Not too long ago the Commerce Department was pimping the release of a 3rd quarter GDP that reportedly grew at an annualized rate of 3.5%. Put aside the fact that the number was artificially inflated to begin with due to Cash for Clunkers (C for C) and the home buying tax credit. Our president was having none of that and claimed the number was an indicator that the economy was on the road back!
A few weeks later, the number was revised 20% downward to 2.8% but the administration still claimed economic success while critics wondered how the Commerce Department could be off by twenty percent.
Well, keep wondering critics because they just revised it again:
Today, Commerce backtracked even further. The annualized growth number for Q3 turns out to have been 2.2%, a revision of over a third from its original estimate two months ago:
The U.S. economy grew at a much slower pace than initially thought in the third quarter, restrained by weak business investment and a slightly more aggressive liquidation of inventories, according to data on Tuesday.
The Commerce Department's final estimate showed gross domestic product grew at a 2.2 percent annual rate instead of the 2.8 percent pace it reported last month. Analysts polled by Reuters had forecast the report to show GDP, which measures total goods and services output within U.S. borders, unrevised at a 2.8 percent growth rate in the third quarter.
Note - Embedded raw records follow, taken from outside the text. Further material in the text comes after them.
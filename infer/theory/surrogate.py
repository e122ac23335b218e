"""A surrogate (emulator) of the binned theory band powers B(θ), trained on exact Boltzmann calls.

What is emulated: the vector B(θ) = Σ_ℓ W_bℓ D_ℓ^{X_b}(θ) of `BandPowerLikelihood.model` with calibration 1 and
no foregrounds, as a function of the *cosmological* inputs only. Nuisance terms (calibration, foregrounds),
priors and the likelihood stay exact; the surrogate replaces the Boltzmann call and nothing else. Its
error is measured where it matters, in units of the data's noise: with C = L Lᵀ the data covariance,

    Δχ²(θ) = | L⁻¹ (B_surr(θ) − B_exact(θ)) |²,

and a surrogate is chosen, and reports itself, by its held-out Δχ² (k-fold cross-validation over the
training set, every fold refitting the whole pipeline below).

Method
------
1. Inputs are whitened with the Laplace (or Fisher) approximation N(μ, Σ): z = K⁻¹(θ − μ), Σ = K Kᵀ
   (Cholesky), so that one unit of z is about one posterior σ along every direction.
2. Outputs are whitened by the data covariance, y = L⁻¹ B, centred on their training mean, and reduced by
   principal component analysis (SVD; Pearson 1901, Phil. Mag. 2, 559; e.g. Heitmann et al. 2006, ApJ 646,
   L1 for emulators of cosmological spectra). Components are kept, in order of variance, until the worst
   truncation residual |y − ȳ − V Vᵀ(y − ȳ)|² over the training set is below ``pca_tol`` (Δχ² units).
   Because V is orthonormal, Δχ² = |Δc|² + truncation residual: coefficient errors are σ-units directly.
3. Each PCA coefficient c_k(z) is regressed on z by one of
   * ``poly<d>`` — a full polynomial of total degree d in z, by linear least squares;
   * ``gp-<kernel>-<d>`` — a polynomial of degree d by least squares plus a Gaussian process on its
     residuals (`infer.theory.gp`: anisotropic squared-exponential ``se`` or Matérn-5/2 ``m52`` kernel,
     hyperparameters at the maximum of the marginal likelihood; Rasmussen & Williams 2006, *Gaussian
     Processes for Machine Learning*, ch. 2 and 5).
   ``method="auto"`` tries the candidates feasible for the training-set size (`AUTO_CANDIDATES`) and
   keeps the simplest whose held-out RMS Δχ² is within 5 % of the smallest.
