The method is simulation-based calibration (Talts, Betancourt, Simpson, Vehtari & Gelman 2018,
arXiv:1804.06788; Cook, Gelman & Rubin 2006, J. Comput. Graph. Stat. 15, 675). If θ̃ is drawn from the
prior π and data d̃ from the likelihood p(d | θ̃), then θ̃ is a draw of the posterior p(θ | d̃), so the
posterior CDF at the truth, u = F(θ̃ | d̃), is uniform on [0, 1] for every parameter, and a central
credible interval of mass p holds the truth in a fraction p of the mocks. A pipeline whose posteriors are
too narrow, too wide or shifted shows it as a U-shaped, ∩-shaped or sloped histogram of u, and as
coverage off its nominal value.

Per mock i (one task; every random choice from ``numpy.random.SeedSequence([seed, SALT, i])``):

1. θ̃ from the run file's prior (uniform, normal, truncated normal: inverse CDF; fixed parameters stay);
2. d̃ = m(θ̃) + L z with m the run's own forward model over the whole dataset layout (theory, the
   dataset's windows, nuisance terms: `infer.fit.bands.BandModel`, so the generative model is exactly the
   likelihood the fit uses) and L L^T = C the spec's Knox covariance at the spec's fiducial
   (`infer.forecast.knox`, as the mock generator `infer.forecast.mock` draws it). For a top-hat dataset
   without nuisance terms m(θ̃) is the generator's noiseless band powers (tested);
3. the run file's engine on d̃, in this process (the surrogate engine in memory, or the ensemble driver
   on an in-memory chain with the summary's burn-in), with covariance ``fit_cov_scale`` × C in the fit
   (1 for a calibration; ≠ 1 miscalibrates on purpose, to see the test fail);
4. u_j = Σ_i w_i [θ_ij < θ̃_j] / Σ_i w_i over the posterior draws θ_i with weights w_i (importance
   weights of the surrogate engine; equal weights for MCMC draws), and the hits of the central 68 % and
   95 % intervals of the same weighted CDF, (1 − p)/2 < u < (1 + p)/2.

Why the weighted fraction: Talts et al. rank L independent draws, so the rank is uniform on {0 … L}.
An importance-weighted or autocorrelated sample has no L independent draws, but its weighted empirical
CDF estimates F with an error of order [u(1 − u)/ESS]^½ (ESS: Kish's for weights, the autocorrelation
one for MCMC), and F(θ̃ | d̃) is exactly uniform (the probability integral transform). Histogramming u
into B bins with 1/B ≫ ESS^(-½) (B = 10 and ESS ≥ 300 give a bin width 5× the largest error) moves a
mock at most into a neighbouring bin with a small, symmetric probability, which leaves a flat histogram
flat. The histogram counts are Binomial(N, 1/B) under calibration: its central 99 % band is drawn, and
Pearson's χ² against equal counts (`scipy.stats.chisquare`) gives a p-value; the coverage error is
binomial, [p(1 − p)/N]^½.
"""
from __future__ import annotations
So it turns out that they were off by 37%! One has to wonder if this was a legitimate accounting error (doubtful) or the result of pressure from the top to paint a rosy economic picture (likely). So now that we're off by 37%, how much did the economy really grow sans C for C? About 0.7%:
Motor vehicle output added 1.45 percentage points to the third-quarter change in real GDP after adding 0.19 percentage point to the second-quarter change. Final sales of computers subtracted 0.08 percentage point from the third-quarter change in real GDP after subtracting 0.04 percentage point from the second-quarter change.
That, surely doesn't paint the picture of economic bliss Obama was pushing a few months back. And since C for C didn't create new demand for autos – it simply moved future demand to the present – any hope for a "V" shaped recovery just got crushed as the true numbers were exposed after the accounting "errors" from Commerce.
So, when we remove ourselves from the Obama economic propaganda machine, we can, in reality, expect a prolonged economic sputter at best or a double dip recession at worst.